What the task requires: Every entry has to be restated word for word.

(Task material Opens)

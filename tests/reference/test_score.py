"""Reference checks for proportio.stats.score (restricted MLEs and the score statistic).

Sources used here:

* A direct numerical maximisation of the binomial likelihood under the constraint (scipy.optimize
  ``minimize_scalar``, method "bounded", tight ``xatol``, then a second bounded pass on a narrow
  bracket around the first optimum). It shares nothing with the closed-form roots of the
  implementation, so it is the arbiter wherever a closed form is in doubt.
* statsmodels 0.15 ``score_test_proportions_2indep`` (``correction=True`` is Miettinen & Nurminen
  1985, Statistics in Medicine 4:213-226; ``correction=False`` is Farrington & Manning 1990,
  Statistics in Medicine 9:1447-1454) and ``proportions_ztest`` (pooled z).
* statsmodels 0.15 solves the restricted MLE of the difference from a cubic whose linear coefficient
  reads ``(count0 * diff - nobs - 2 * count0) * diff + count``; the likelihood maximisation below shows
  that the coefficient must be ``(nobs0 * diff - ...)``. Its restricted rates (and therefore its score
  statistic for a non-zero null difference) are right only where ``count0 == nobs0`` (the control
  group has only successes) or at a null difference of 0 (where it uses the pooled rate). The
  difference comparison against statsmodels is restricted to those inputs, and
  ``test_statsmodels_difference_cubic_is_wrong_elsewhere`` records the reason.

Group 1 is the treatment, group 2 the control throughout (statsmodels' ``count1`` / ``count2``).
"""

from __future__ import annotations

import math
import warnings

import numpy as np
import pytest
from scipy.optimize import minimize_scalar
from scipy.special import expit, xlog1py, xlogy
from statsmodels.stats.proportion import proportions_ztest, score_test_proportions_2indep

from proportio.stats import score
from reference_support import restricted_difference_reference  # tests/ is on sys.path

EFFECTS = ("difference", "ratio", "odds-ratio")
SM_COMPARE = {"difference": "diff", "ratio": "ratio", "odds-ratio": "odds-ratio"}
RESTRICTED = {
    "difference": score.restricted_rates_difference,
    "ratio": score.restricted_rates_ratio,
    "odds-ratio": score.restricted_rates_odds_ratio,
}


# ------------------------------------------------------------------------------------------ helpers


def neg_log_likelihood(x1, n1, x2, n2, p1, p2) -> float:
    """Binomial negative log-likelihood (constant dropped); xlogy makes 0 * log 0 = 0."""
    return float(-(xlogy(x1, p1) + xlog1py(n1 - x1, -p1) + xlogy(x2, p2) + xlog1py(n2 - x2, -p2)))


def brute_force_restricted(x1, n1, x2, n2, effect: str, value: float):
    """Maximise the likelihood under the constraint numerically; return ((p1, p2), nll).

    The difference and ratio are searched over the feasible control rate, the odds ratio over the
    control log-odds (the likelihood is concave there). A second bounded pass over a narrow
    bracket recentred on the first optimum removes the relative tolerance ``sqrt(eps) * |x|`` of
    scipy's bounded Brent search.
    """
    if effect == "difference":
        lo, hi = max(0.0, -value), min(1.0, 1.0 - value)

        def rates(u):
            return min(max(u + value, 0.0), 1.0), u
    elif effect == "ratio":
        lo, hi = 0.0, min(1.0, 1.0 / value)

        def rates(u):
            return min(value * u, 1.0), u
    else:
        lo, hi = -40.0, 40.0
        log_psi = math.log(value)

        def rates(u):
            return float(expit(u + log_psi)), float(expit(u))

    def f(u):
        return neg_log_likelihood(x1, n1, x2, n2, *rates(u))

    first = minimize_scalar(f, bounds=(lo, hi), method="bounded", options={"xatol": 1e-12})
    c = first.x
    h = 1e-5 * max(1.0, abs(c))
    second = minimize_scalar(
        lambda s: f(c + s),
        bounds=(max(lo - c, -h), min(hi - c, h)),
        method="bounded",
        options={"xatol": 1e-15},
    )
    best = c + second.x if second.fun <= first.fun else c
    return rates(best), min(first.fun, second.fun)
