def restricted_rates_odds_ratio_full(x1, n1, x2, n2, odds_ratio):
    """Return (p1, p2, 1 - p1, 1 - p2), each from its own quadratic (failures: odds ratio inverted)."""
    psi = np.asarray(odds_ratio, dtype=np.float64)
    with np.errstate(divide="ignore", over="ignore"):
        inv = 1.0 / psi
    p1 = _or_control_rate(x2, n2, x1, n1, inv)
    p2 = _or_control_rate(x1, n1, x2, n2, psi)
    q1 = _or_control_rate(n2 - x2, n2, n1 - x1, n1, psi)
    q2 = _or_control_rate(n1 - x1, n1, n2 - x2, n2, inv)
    return p1, p2, q1, q2


def score_statistic(x1, n1, x2, n2, value, effect: str = "difference", correction: bool = True):
    """Return the score z statistic for H0: effect = ``value`` (positive when the data exceed it).

    Where the restricted variance is zero the statistic is 0 if the data sit exactly at the
    hypothesised value and +-inf otherwise; callers treat infinities as "beyond any critical value".
    """
    p1 = x1 / n1
    p2 = x2 / n2
    factor = _variance_factor(n1, n2, correction)
    with np.errstate(divide="ignore", invalid="ignore", over="ignore"):
        if effect == "difference":
            q1, q2, c1, c2 = restricted_rates_difference_full(x1, n1, x2, n2, value)
            num = p1 - p2 - value
            var = (q1 * c1 / n1 + q2 * c2 / n2) * factor
            z = num / np.sqrt(var)
            exact_zero = (x1 * n2 - x2 * n1 == value * n1 * n2) if np.ndim(value) == 0 else num == 0
        elif effect == "ratio":
            q1, q2 = restricted_rates_ratio(x1, n1, x2, n2, value)
            num = p1 - value * p2
            var = (q1 * (1.0 - q1) / n1 + value**2 * q2 * (1.0 - q2) / n2) * factor
            z = num / np.sqrt(var)
            exact_zero = num == 0
        elif effect == "odds-ratio":
            q1, q2, c1, c2 = restricted_rates_odds_ratio_full(x1, n1, x2, n2, value)
            # The restricted fit keeps the total number of successes (a sufficient statistic of the
            # logistic model), so the Miettinen-Nurminen numerator reduces to e * W with the residual
            # e = x1 - n1*q1 = n2*q2 - x2 = n1*c1 - (n1 - x1) = (n2 - x2) - n2*c2 and W the variance
            # below: z = e * sqrt(W / factor). Of the four equal forms the one whose two terms are
            # smallest is computed, so e keeps its relative precision when it is tiny.
            forms = np.stack(np.broadcast_arrays(x1 - n1 * q1, n2 * q2 - x2, n1 * c1 - (n1 - x1),
                                                 (n2 - x2) - n2 * c2))
            sizes = np.stack(np.broadcast_arrays(np.maximum(x1, n1 * q1), np.maximum(x2, n2 * q2),
                                                 np.maximum(n1 - x1, n1 * c1), np.maximum(n2 - x2, n2 * c2)))
            num = np.take_along_axis(forms, np.argmin(sizes, axis=0)[None], axis=0)[0]
            w = 1.0 / (n1 * q1 * c1) + 1.0 / (n2 * q2 * c2)
            z = num * np.sqrt(w / factor)
            exact_zero = num == 0
        else:
            raise ValueError(f'effect "{effect}" not recognized; use difference, ratio or odds-ratio')
    num = np.broadcast_to(num, np.shape(z))
    exact_zero = np.broadcast_to(exact_zero, np.shape(z))
    bad = ~np.isfinite(z)
    z = np.where(bad & exact_zero, 0.0, z)
    z = np.where(bad & ~exact_zero, np.copysign(np.inf, num), z)
    return z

(Task material Closes)

Your solution:
filename tests/reference/test_score.py
"""Reference checks for proportio.stats.score (restricted MLEs and the score statistic).

Sources used here:

* A direct numerical maximisation of the binomial likelihood under the constraint (scipy.optimize
  ``minimize_scalar``, method "bounded", tight ``xatol``, then a second bounded pass on a narrow
  bracket around the first optimum). It shares nothing with the closed-form roots of the
  implementation, so it is the arbiter wherever a closed form is in doubt.
* statsmodels 0.15 ``score_test_proportions_2indep`` (``correction=True`` is Miettinen & Nurminen
  1985, Statistics in Medicine 4:213-226; ``correction=False`` is Farrington & Manning 1990,
  Statistics in Medicine 9:1447-1454) and ``proportions_ztest`` (pooled z).
* statsmodels 0.15 solves the restricted MLE of the difference from a cubic whose linear coefficient
  reads ``(count0 * diff - nobs - 2 * count0) * diff + count``; the likelihood maximisation below shows
  that the coefficient must be ``(nobs0 * diff - ...)``. Its restricted rates (and therefore its score
  statistic for a non-zero null difference) are right only where ``count0 == nobs0`` (the control
  group has only successes) or at a null difference of 0 (where it uses the pooled rate). The
  difference comparison against statsmodels is restricted to those inputs, and
  ``test_statsmodels_difference_cubic_is_wrong_elsewhere`` records the reason.

Group 1 is the treatment, group 2 the control throughout (statsmodels' ``count1`` / ``count2``).
"""

from __future__ import annotations

import math
import warnings

import numpy as np
import pytest
from scipy.optimize import minimize_scalar
from scipy.special import expit, xlog1py, xlogy
from statsmodels.stats.proportion import proportions_ztest, score_test_proportions_2indep

from proportio.stats import score
from reference_support import restricted_difference_reference  # tests/ is on sys.path

EFFECTS = ("difference", "ratio", "odds-ratio")
SM_COMPARE = {"difference": "diff", "ratio": "ratio", "odds-ratio": "odds-ratio"}
RESTRICTED = {
    "difference": score.restricted_rates_difference,
    "ratio": score.restricted_rates_ratio,
    "odds-ratio": score.restricted_rates_odds_ratio,
}


# ------------------------------------------------------------------------------------------ helpers


def neg_log_likelihood(x1, n1, x2, n2, p1, p2) -> float:
    """Binomial negative log-likelihood (constant dropped); xlogy makes 0 * log 0 = 0."""
    return float(-(xlogy(x1, p1) + xlog1py(n1 - x1, -p1) + xlogy(x2, p2) + xlog1py(n2 - x2, -p2)))


def brute_force_restricted(x1, n1, x2, n2, effect: str, value: float):
    """Maximise the likelihood under the constraint numerically; return ((p1, p2), nll).

    The difference and ratio are searched over the feasible control rate, the odds ratio over the
    control log-odds (the likelihood is concave there). A second bounded pass over a narrow
    bracket recentred on the first optimum removes the relative tolerance ``sqrt(eps) * |x|`` of
    scipy's bounded Brent search.
    """
    if effect == "difference":
        lo, hi = max(0.0, -value), min(1.0, 1.0 - value)

        def rates(u):
            return min(max(u + value, 0.0), 1.0), u
    elif effect == "ratio":
        lo, hi = 0.0, min(1.0, 1.0 / value)

        def rates(u):
            return min(value * u, 1.0), u
    else:
        lo, hi = -40.0, 40.0
        log_psi = math.log(value)

        def rates(u):
            return float(expit(u + log_psi)), float(expit(u))

    def f(u):
        return neg_log_likelihood(x1, n1, x2, n2, *rates(u))

    first = minimize_scalar(f, bounds=(lo, hi), method="bounded", options={"xatol": 1e-12})
    c = first.x
    h = 1e-5 * max(1.0, abs(c))
    second = minimize_scalar(
        lambda s: f(c + s),
        bounds=(max(lo - c, -h), min(hi - c, h)),
        method="bounded",
        options={"xatol": 1e-15},
    )
    best = c + second.x if second.fun <= first.fun else c
    return rates(best), min(first.fun, second.fun)
def restricted_rates_odds_ratio_full(x1, n1, x2, n2, odds_ratio):
    """Return (p1, p2, 1 - p1, 1 - p2), each from its own quadratic (failures: odds ratio inverted)."""
    psi = np.asarray(odds_ratio, dtype=np.float64)
    with np.errstate(divide="ignore", over="ignore"):
        inv = 1.0 / psi
    p1 = _or_control_rate(x2, n2, x1, n1, inv)
    p2 = _or_control_rate(x1, n1, x2, n2, psi)
    q1 = _or_control_rate(n2 - x2, n2, n1 - x1, n1, psi)
    q2 = _or_control_rate(n1 - x1, n1, n2 - x2, n2, inv)
    return p1, p2, q1, q2


def score_statistic(x1, n1, x2, n2, value, effect: str = "difference", correction: bool = True):
    """Return the score z statistic for H0: effect = ``value`` (positive when the data exceed it).

    Where the restricted variance is zero the statistic is 0 if the data sit exactly at the
    hypothesised value and +-inf otherwise; callers treat infinities as "beyond any critical value".
    """
    p1 = x1 / n1
    p2 = x2 / n2
    factor = _variance_factor(n1, n2, correction)
    with np.errstate(divide="ignore", invalid="ignore", over="ignore"):
        if effect == "difference":
            q1, q2, c1, c2 = restricted_rates_difference_full(x1, n1, x2, n2, value)
            num = p1 - p2 - value
            var = (q1 * c1 / n1 + q2 * c2 / n2) * factor
            z = num / np.sqrt(var)
            exact_zero = (x1 * n2 - x2 * n1 == value * n1 * n2) if np.ndim(value) == 0 else num == 0
        elif effect == "ratio":
            q1, q2 = restricted_rates_ratio(x1, n1, x2, n2, value)
            num = p1 - value * p2
            var = (q1 * (1.0 - q1) / n1 + value**2 * q2 * (1.0 - q2) / n2) * factor
            z = num / np.sqrt(var)
            exact_zero = num == 0
        elif effect == "odds-ratio":
            q1, q2, c1, c2 = restricted_rates_odds_ratio_full(x1, n1, x2, n2, value)
            # The restricted fit keeps the total number of successes (a sufficient statistic of the
            # logistic model), so the Miettinen-Nurminen numerator reduces to e * W with the residual
            # e = x1 - n1*q1 = n2*q2 - x2 = n1*c1 - (n1 - x1) = (n2 - x2) - n2*c2 and W the variance
            # below: z = e * sqrt(W / factor). Of the four equal forms the one whose two terms are
            # smallest is computed, so e keeps its relative precision when it is tiny.
            forms = np.stack(np.broadcast_arrays(x1 - n1 * q1, n2 * q2 - x2, n1 * c1 - (n1 - x1),
                                                 (n2 - x2) - n2 * c2))
            sizes = np.stack(np.broadcast_arrays(np.maximum(x1, n1 * q1), np.maximum(x2, n2 * q2),
                                                 np.maximum(n1 - x1, n1 * c1), np.maximum(n2 - x2, n2 * c2)))
            num = np.take_along_axis(forms, np.argmin(sizes, axis=0)[None], axis=0)[0]
            w = 1.0 / (n1 * q1 * c1) + 1.0 / (n2 * q2 * c2)
            z = num * np.sqrt(w / factor)
            exact_zero = num == 0
        else:
            raise ValueError(f'effect "{effect}" not recognized; use difference, ratio or odds-ratio')
    num = np.broadcast_to(num, np.shape(z))
    exact_zero = np.broadcast_to(exact_zero, np.shape(z))
    bad = ~np.isfinite(z)
    z = np.where(bad & exact_zero, 0.0, z)
    z = np.where(bad & ~exact_zero, np.copysign(np.inf, num), z)
    return z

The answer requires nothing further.